The State Secrets Protection Act, , ("SSPA") was a bill first proposed in the U.S. Senate during the 110th Congress by Senators Kennedy, Leahy, and Specter on January 22, 2008.

The SSPA legislation was initially proposed in the 110th Congress in response to the government's assertions of the State Secrets Privilege in cases challenging the constitutionality of several of the Bush administration's national security programs, including the warrantless wiretapping, rendition and interrogation programs.

== History ==
Similar legislation was also introduced in the House, , during the 110th Congress. Senator Kennedy put out a press release explaining the rationale behind introducing the SSPA. Hearings were held before the Senate Judiciary Committee on February 13, 2008. On Thursday, April 24, the committee approved the proposed legislation, voting 11–8 to send the bill to the full Senate for consideration.

=== Re-introduction ===
Leading members of the Senate Judiciary Committee of the 111th Congress have joined to re-introduce the State Secrets Protection Act, , ("SSPA"), a bill that provides guidance to federal courts considering cases in which the government has asserted the State Secrets Privilege. Senate Judiciary Committee Chairman Patrick Leahy (D-Vt.), Ranking Member Arlen Specter (R-Pa.), and Committee Member Russ Feingold (D-Wis.) joined with former Committee Chairman and Member Edward Kennedy (D-Ma.) to introduce the bill on Wednesday, February 11, 2009. Similar legislation, , was also introduced in the House on the same day.

== Reception ==
In a March 31, 2008 letter to Senator Leahy, Attorney General Michael B. Mukasey expressed strong Bush Administration opposition to the legislation, saying in his letter that the bill "would needlessly and improperly interfere with the appropriate constitutional role of both the Judicial and Executive branches in state secrets cases; would alter decades of settled case law; and would likely result in the harmful disclosure of national security information that would not be disclosed under current doctrine."

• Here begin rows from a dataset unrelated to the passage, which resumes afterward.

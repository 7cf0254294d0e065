//! A user's own probe crate (built with the `cairn-probe` harness): building
//! it for the Cortex-M4F and reading the operation order it announces.
//!
//! The contract, also in docs/target-probes.md: every function symbol named
//! `cairn_probe__NAME` is the probe of operation NAME; the binary calls each
//! probe the same number of times, prints `cairn probe: calls N failures F`
//! and `cairn probe: operations NAME ...` over semihosting, and exits with
//! success.

use std::path::{Path, PathBuf};
use std::process::Command;

use super::CostError;

/// A user's probe crate and the binary in it to trace.
#[derive(Debug, Clone, PartialEq, Eq)]
pub struct ProbeCrate {
    /// The crate's folder (its `Cargo.toml`); cargo reads the
    /// `.cargo/config.toml` above it, which sets the target, the linker
    /// script and `-C target-cpu=cortex-m4`.
    pub dir: PathBuf,
    /// The binary; `None` takes the crate's only one.
    pub bin: Option<String>,
}

/// Builds the probe crate in release and returns the ELF of its binary,
/// found from cargo's own artifact messages. Variables that would override
/// the crate's target settings are removed.
///
/// # Errors
/// [`CostError::Config`] when the folder holds no `Cargo.toml`, the binary
/// is not there or the crate has several and none was named;
/// [`CostError::Build`] when cargo fails (its diagnostics are the message).
pub fn build_user_probe(probe: &ProbeCrate) -> Result<PathBuf, CostError> {
    if !probe.dir.join("Cargo.toml").is_file() {
        return Err(CostError::Config(format!(
            "{}: no Cargo.toml; --probe names the folder of a probe crate",
            probe.dir.display()
        )));
    }
    let mut cargo = Command::new("cargo");
    cargo
        .args([
            "build",
            "--release",
            "--message-format=json-render-diagnostics",
        ])
        .current_dir(&probe.dir)
        .env_remove("RUSTFLAGS")
        .env_remove("CARGO_ENCODED_RUSTFLAGS")
        .env_remove("CARGO_TARGET_DIR")
        .env_remove("CARGO_BUILD_TARGET")
        .env_remove("CARGO_BUILD_RUSTFLAGS");
    if let Some(bin) = &probe.bin {
        cargo.args(["--bin", bin]);
    } else {
        cargo.arg("--bins");
    }
    let out = cargo
        .output()
        .map_err(|e| CostError::Build(format!("cannot run cargo: {e}")))?;
    if !out.status.success() {
        return Err(CostError::Build(format!(
            "cargo build --release in {} failed:\n{}",
            probe.dir.display(),
            String::from_utf8_lossy(&out.stderr)
        )));
    }
    let built = executables(&String::from_utf8_lossy(&out.stdout));
    pick(&built, probe.bin.as_deref(), &probe.dir)
}

/// The (binary name, executable path) pairs of cargo's
/// `compiler-artifact` messages.
fn executables(messages: &str) -> Vec<(String, PathBuf)> {
    messages
        .lines()
        .filter_map(|l| serde_json::from_str::<serde_json::Value>(l).ok())
        .filter(|v| v["reason"] == "compiler-artifact")
        .filter_map(|v| {
            let exe = v["executable"].as_str()?;
            let name = v["target"]["name"].as_str()?;
            Some((name.to_string(), PathBuf::from(exe)))
        })
        .collect()
}

fn pick(built: &[(String, PathBuf)], bin: Option<&str>, dir: &Path) -> Result<PathBuf, CostError> {
    let names: Vec<&str> = built.iter().map(|b| b.0.as_str()).collect();
    match bin {
        Some(b) => built.iter().find(|(n, _)| n == b).map(|(_, p)| p.clone()),
        None if built.len() == 1 => Some(built[0].1.clone()),
        None => None,
    }
    .ok_or_else(|| {
        CostError::Config(format!(
            "{}: {} (built: {}); name one with --bin",
            dir.display(),
            match bin {
                Some(b) => format!("no binary named {b}"),
                None => "not exactly one binary".to_string(),
            },
            if names.is_empty() {
                "none".to_string()
            } else {
                names.join(", ")
            }
        ))
    })
}

/// The operation names a user probe announces (`cairn probe: operations
/// NAME ...`), in its order.
pub fn announced(stdout: &str) -> Vec<&str> {
    stdout
        .lines()
        .find_map(|l| l.trim().strip_prefix("cairn probe: operations"))
        .map(|rest| rest.split_whitespace().collect())
        .unwrap_or_default()
}

/// Puts the operations in the order the probe announced; operations it did
/// not name keep their place after those it did.
pub fn announced_order(operations: &mut [super::OperationCost], stdout: &str) {
    let order = announced(stdout);
    if order.is_empty() {
        return;
    }
    operations.sort_by_key(|o| {
        order
            .iter()
            .position(|n| *n == o.name)
            .unwrap_or(order.len())
    });
}

#[cfg(test)]
mod tests {
    use super::*;

    #[test]
    fn reads_cargo_artifact_messages() {
        // The shape of cargo's JSON messages (The Cargo Book, "External
        // tools", JSON messages).
        let messages = concat!(
            r#"{"reason":"compiler-artifact","target":{"name":"cairn_probe","kind":["lib"]},"executable":null}"#,
            "\n",
            r#"{"reason":"compiler-artifact","target":{"name":"tug_cost","kind":["bin"]},"executable":"/t/release/tug_cost"}"#,
            "\n",
            r#"{"reason":"build-finished","success":true}"#,
            "\n"
        );
        let built = executables(messages);
        assert_eq!(
            built,
            vec![("tug_cost".to_string(), PathBuf::from("/t/release/tug_cost"))]
        );
        let dir = Path::new("/p");
        assert_eq!(
            pick(&built, None, dir).expect("one binary"),
            PathBuf::from("/t/release/tug_cost")
        );
        assert!(matches!(
            pick(&built, Some("sled_cost"), dir),
            Err(CostError::Config(m)) if m.contains("no binary named sled_cost") && m.contains("tug_cost")
        ));
        assert!(matches!(pick(&[], None, dir), Err(CostError::Config(_))));
    }

    #[test]
    fn the_announced_order_wins() {
        let stdout = "cairn probe: calls 16 failures 0\n\
                      cairn probe: operations predict wheel radio\n";
        assert_eq!(announced(stdout), ["predict", "wheel", "radio"]);
        assert!(announced("cairn cost probe: calls 16 failures 0\n").is_empty());
    }

    #[test]
    fn refuses_a_folder_without_a_crate() {
        let probe = ProbeCrate {
            dir: PathBuf::from("/nonexistent/probe"),
            bin: None,
        };
        assert!(matches!(
            build_user_probe(&probe),
            Err(CostError::Config(m)) if m.contains("no Cargo.toml")
        ));
    }
}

Numerous scholars and non-governmental organizations (including the American Civil Liberties Union, the American Bar Association, the Constitution Project, and the Brennan Center for Justice) issued responses to the Attorney General's letter refuting his criticisms of the bill. These scholars and organizations noted that current laws surrounding State Secrets allow much room for abuse, and claimed that taking a new approach would not jeopardize security in any manner because each case would be left to the discretion of US courts (who have acted in good faith with regard to national security in the past).